━━━ Supplied material

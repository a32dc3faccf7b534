import { NumericError } from '../rig/numeric-error';

/**
 * Refuses a list that a method cannot work on, before any number comes out of it.
 *
 * @param values  the sample; missing values must have been left out by the caller, knowingly
 * @param atLeast fewest values that the method needs
 * @param what    name of the list in the sentence of the error
 * @throws NumericError BAD_REQUEST when a value is not a finite number, TOO_SHORT when there are too few
 */
export function requireSample(values: ArrayLike<number>, atLeast: number, what: string): void {
  if (values.length < atLeast) {
    throw new NumericError(
      'TOO_SHORT',
      `${what} holds ${values.length} value${values.length === 1 ? '' : 's'}; at least ${atLeast} are needed.`,
    );
  }
  for (let i = 0; i < values.length; i++) {
    if (!Number.isFinite(values[i])) {
      throw new NumericError('BAD_REQUEST', `${what}[${i}] is not a finite number; leave missing values out first.`);
    }
  }
}

/**
 * Refuses two lists that should belong together value by value and do not.
 *
 * @throws NumericError as `requireSample`, and BAD_REQUEST when the lengths differ
 */
export function requirePairs(a: ArrayLike<number>, b: ArrayLike<number>, atLeast: number, names: [string, string]): void {
  requireSample(a, 0, names[0]);
  requireSample(b, 0, names[1]);
  if (a.length !== b.length) {
    throw new NumericError(
      'BAD_REQUEST',
      `${names[0]} holds ${a.length} values and ${names[1]} ${b.length}; pairs need the same number.`,
    );
  }
  requireSample(a, atLeast, names[0]);
}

━━━━━━

Each entry should be duplicated exactly as it was given.

repository a32dc3faccf7b534
import { NumericError } from '../rig/numeric-error';

/**
 * Refuses a list that a method cannot work on, before any number comes out of it.
 *
 * @param values  the sample; missing values must have been left out by the caller, knowingly
 * @param atLeast fewest values that the method needs
 * @param what    name of the list in the sentence of the error
 * @throws NumericError BAD_REQUEST when a value is not a finite number, TOO_SHORT when there are too few
 */
export function requireSample(values: ArrayLike<number>, atLeast: number, what: string): void {
  if (values.length < atLeast) {
    throw new NumericError(
      'TOO_SHORT',
      `${what} holds ${values.length} value${values.length === 1 ? '' : 's'}; at least ${atLeast} are needed.`,
    );
  }
  for (let i = 0; i < values.length; i++) {
    if (!Number.isFinite(values[i])) {
      throw new NumericError('BAD_REQUEST', `${what}[${i}] is not a finite number; leave missing values out first.`);
    }
  }
}

/**
 * Refuses two lists that should belong together value by value and do not.
 *
 * @throws NumericError as `requireSample`, and BAD_REQUEST when the lengths differ
 */
export function requirePairs(a: ArrayLike<number>, b: ArrayLike<number>, atLeast: number, names: [string, string]): void {
  requireSample(a, 0, names[0]);
  requireSample(b, 0, names[1]);
  if (a.length !== b.length) {
    throw new NumericError(
      'BAD_REQUEST',
      `${names[0]} holds ${a.length} values and ${names[1]} ${b.length}; pairs need the same number.`,
    );
  }
  requireSample(a, atLeast, names[0]);
}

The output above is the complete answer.